Saved entries:
************

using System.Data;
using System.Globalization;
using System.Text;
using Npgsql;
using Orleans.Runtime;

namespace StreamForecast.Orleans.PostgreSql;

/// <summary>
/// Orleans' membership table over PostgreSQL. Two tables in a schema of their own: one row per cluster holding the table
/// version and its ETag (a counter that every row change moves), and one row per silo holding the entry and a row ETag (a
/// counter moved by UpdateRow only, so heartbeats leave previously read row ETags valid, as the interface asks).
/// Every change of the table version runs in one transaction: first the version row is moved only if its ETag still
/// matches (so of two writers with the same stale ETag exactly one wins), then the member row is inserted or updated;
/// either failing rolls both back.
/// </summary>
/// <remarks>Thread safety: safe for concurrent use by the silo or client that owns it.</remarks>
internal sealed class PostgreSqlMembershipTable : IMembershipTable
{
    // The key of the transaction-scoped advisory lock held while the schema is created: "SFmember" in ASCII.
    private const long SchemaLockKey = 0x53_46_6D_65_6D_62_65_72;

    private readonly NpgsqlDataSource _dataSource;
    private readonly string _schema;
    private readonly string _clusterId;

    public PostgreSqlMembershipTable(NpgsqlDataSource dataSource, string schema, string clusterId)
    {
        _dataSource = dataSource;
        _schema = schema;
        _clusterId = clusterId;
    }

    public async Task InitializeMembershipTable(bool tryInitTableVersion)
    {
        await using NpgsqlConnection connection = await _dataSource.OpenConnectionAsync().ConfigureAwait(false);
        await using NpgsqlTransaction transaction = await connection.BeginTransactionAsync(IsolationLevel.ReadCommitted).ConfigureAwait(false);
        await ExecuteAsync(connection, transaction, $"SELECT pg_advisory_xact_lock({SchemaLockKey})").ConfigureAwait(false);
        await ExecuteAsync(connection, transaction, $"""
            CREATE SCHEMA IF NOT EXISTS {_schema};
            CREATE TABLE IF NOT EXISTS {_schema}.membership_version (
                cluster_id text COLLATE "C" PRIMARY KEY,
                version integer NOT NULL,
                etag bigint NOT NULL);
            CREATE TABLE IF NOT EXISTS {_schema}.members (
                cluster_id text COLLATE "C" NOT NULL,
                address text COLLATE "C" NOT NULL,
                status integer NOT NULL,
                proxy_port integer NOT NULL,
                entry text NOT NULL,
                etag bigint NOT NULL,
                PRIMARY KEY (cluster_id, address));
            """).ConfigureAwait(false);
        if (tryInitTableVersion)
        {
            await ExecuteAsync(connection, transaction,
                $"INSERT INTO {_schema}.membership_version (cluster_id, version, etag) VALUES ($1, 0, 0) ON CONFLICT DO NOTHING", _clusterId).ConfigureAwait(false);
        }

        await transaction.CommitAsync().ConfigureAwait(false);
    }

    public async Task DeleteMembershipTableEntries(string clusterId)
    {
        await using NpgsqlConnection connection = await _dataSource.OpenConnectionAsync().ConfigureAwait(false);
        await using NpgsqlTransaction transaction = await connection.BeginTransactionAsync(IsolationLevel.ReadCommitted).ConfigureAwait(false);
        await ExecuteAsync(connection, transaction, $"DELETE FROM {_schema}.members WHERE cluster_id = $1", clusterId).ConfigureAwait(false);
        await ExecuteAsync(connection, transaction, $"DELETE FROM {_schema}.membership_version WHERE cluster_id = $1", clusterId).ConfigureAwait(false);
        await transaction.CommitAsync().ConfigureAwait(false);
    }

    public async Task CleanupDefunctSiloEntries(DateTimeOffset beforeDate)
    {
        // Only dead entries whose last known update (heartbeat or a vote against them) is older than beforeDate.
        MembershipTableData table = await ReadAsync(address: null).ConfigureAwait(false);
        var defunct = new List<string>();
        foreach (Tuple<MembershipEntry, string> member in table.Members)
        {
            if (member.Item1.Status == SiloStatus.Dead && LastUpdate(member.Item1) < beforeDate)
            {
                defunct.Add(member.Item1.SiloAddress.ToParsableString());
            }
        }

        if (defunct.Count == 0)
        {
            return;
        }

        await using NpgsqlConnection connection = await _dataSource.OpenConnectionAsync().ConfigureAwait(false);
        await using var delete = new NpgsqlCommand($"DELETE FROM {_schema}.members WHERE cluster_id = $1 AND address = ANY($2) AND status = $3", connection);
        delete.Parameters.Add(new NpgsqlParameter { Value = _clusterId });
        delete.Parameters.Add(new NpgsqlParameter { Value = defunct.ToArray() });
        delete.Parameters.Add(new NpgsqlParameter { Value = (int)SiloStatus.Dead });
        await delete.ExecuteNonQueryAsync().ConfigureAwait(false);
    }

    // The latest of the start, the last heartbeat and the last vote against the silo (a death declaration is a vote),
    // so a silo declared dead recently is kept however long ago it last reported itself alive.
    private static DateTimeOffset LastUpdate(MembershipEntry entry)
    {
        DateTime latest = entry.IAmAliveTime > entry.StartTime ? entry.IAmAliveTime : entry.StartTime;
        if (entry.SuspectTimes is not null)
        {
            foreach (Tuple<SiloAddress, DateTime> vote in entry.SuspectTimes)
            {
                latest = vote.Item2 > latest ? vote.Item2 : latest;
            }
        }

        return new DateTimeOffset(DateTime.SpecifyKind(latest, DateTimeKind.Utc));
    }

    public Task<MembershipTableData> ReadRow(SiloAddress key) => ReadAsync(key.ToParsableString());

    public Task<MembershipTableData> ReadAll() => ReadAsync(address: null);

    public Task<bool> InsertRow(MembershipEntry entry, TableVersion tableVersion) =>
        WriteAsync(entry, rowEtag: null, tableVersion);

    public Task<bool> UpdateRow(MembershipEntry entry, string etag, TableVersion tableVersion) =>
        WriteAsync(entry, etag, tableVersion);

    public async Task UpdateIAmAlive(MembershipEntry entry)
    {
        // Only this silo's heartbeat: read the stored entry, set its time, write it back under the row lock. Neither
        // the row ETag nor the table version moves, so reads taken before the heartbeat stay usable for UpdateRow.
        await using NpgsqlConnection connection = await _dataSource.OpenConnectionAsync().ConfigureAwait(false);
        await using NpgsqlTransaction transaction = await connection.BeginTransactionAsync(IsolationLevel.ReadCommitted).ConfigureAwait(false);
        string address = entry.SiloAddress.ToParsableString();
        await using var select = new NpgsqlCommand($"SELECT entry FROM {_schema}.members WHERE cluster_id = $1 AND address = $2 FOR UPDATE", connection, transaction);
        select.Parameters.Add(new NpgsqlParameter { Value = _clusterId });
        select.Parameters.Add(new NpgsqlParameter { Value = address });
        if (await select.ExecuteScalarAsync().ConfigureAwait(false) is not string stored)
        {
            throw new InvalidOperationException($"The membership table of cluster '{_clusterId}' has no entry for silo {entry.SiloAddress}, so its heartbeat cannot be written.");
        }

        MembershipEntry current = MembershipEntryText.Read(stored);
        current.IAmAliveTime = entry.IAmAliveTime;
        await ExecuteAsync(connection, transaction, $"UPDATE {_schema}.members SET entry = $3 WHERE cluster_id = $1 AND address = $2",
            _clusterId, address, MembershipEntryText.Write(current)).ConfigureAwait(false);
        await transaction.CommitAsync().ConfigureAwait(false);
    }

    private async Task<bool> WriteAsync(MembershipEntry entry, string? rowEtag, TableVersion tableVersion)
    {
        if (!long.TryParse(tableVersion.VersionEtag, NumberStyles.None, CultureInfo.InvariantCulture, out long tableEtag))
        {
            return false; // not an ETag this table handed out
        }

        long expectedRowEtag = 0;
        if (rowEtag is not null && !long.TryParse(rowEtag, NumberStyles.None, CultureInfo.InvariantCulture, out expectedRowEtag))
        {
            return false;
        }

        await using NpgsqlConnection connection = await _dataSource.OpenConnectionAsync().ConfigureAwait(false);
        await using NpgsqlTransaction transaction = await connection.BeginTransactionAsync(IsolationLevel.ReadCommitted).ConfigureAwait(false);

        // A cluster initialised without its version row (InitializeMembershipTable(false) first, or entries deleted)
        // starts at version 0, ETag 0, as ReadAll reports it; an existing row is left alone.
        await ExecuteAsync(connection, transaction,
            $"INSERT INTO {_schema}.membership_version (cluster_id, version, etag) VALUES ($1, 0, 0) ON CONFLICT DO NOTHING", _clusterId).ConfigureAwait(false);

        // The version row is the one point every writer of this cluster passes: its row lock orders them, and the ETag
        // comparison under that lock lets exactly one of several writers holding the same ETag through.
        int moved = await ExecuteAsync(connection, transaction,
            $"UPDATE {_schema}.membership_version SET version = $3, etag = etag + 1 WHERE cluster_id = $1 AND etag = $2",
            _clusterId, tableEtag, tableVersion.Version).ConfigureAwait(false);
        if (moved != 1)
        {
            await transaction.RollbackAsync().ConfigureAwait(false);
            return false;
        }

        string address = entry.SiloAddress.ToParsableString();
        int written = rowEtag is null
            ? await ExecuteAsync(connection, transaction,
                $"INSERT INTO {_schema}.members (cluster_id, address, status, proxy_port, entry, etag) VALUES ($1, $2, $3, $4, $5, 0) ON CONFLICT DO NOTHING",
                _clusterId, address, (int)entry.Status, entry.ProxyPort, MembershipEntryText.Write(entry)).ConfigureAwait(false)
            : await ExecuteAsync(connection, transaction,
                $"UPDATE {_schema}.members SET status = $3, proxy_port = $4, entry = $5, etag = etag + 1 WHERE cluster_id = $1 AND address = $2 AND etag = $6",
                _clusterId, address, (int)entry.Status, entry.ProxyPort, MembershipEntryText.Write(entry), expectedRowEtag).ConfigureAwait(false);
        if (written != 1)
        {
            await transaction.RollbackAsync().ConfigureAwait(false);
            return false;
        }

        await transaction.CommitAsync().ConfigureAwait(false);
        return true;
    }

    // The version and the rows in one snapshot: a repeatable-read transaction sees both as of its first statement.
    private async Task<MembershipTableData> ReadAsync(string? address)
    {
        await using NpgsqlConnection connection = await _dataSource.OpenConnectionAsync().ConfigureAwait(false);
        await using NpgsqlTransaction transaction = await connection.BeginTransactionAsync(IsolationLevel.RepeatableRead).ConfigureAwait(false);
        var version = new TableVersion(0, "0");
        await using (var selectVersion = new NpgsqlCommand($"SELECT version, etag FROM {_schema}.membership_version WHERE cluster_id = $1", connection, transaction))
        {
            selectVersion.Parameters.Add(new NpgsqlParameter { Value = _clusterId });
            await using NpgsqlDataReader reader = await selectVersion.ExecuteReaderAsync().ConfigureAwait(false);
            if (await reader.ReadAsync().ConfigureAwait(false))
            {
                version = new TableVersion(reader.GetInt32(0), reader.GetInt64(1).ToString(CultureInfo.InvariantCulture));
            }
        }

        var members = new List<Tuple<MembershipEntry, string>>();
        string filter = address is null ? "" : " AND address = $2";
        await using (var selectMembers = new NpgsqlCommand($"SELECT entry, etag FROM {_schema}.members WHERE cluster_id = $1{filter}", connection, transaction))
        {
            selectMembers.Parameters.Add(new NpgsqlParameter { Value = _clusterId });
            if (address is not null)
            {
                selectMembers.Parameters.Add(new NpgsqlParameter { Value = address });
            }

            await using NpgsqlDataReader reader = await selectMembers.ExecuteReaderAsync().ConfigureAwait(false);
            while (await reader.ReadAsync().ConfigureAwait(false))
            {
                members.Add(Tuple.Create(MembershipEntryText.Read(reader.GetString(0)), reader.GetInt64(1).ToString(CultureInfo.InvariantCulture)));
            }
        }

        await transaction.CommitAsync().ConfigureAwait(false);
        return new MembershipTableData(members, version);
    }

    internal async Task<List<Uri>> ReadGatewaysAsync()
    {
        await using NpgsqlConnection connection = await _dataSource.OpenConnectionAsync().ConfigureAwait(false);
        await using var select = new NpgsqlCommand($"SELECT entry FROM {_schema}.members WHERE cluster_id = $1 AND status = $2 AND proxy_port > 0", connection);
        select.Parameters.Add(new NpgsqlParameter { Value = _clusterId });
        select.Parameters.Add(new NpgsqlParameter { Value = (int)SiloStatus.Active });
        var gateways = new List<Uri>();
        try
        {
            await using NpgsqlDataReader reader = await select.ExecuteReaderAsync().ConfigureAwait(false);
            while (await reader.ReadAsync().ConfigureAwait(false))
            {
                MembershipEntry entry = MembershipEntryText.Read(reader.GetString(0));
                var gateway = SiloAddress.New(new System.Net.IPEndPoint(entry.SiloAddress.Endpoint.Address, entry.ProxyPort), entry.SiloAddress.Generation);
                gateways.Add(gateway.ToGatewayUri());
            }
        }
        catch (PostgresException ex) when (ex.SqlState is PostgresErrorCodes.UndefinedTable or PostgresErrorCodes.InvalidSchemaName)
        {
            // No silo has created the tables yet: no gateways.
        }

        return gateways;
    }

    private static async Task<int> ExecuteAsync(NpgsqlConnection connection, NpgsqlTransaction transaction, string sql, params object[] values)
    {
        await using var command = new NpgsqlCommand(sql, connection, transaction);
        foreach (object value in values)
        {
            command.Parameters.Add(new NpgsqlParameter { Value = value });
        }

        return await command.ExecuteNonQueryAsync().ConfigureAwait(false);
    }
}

************

WHAT NEEDS TO BE DONE: The first line of the entries above and every line after it, up to and including the line with "holding the table", should be set down exactly.

FINAL ANSWER:
using System.Data;
using System.Globalization;
using System.Text;
using Npgsql;
using Orleans.Runtime;

namespace StreamForecast.Orleans.PostgreSql;

/// <summary>
/// Orleans' membership table over PostgreSQL. Two tables in a schema of their own: one row per cluster holding the table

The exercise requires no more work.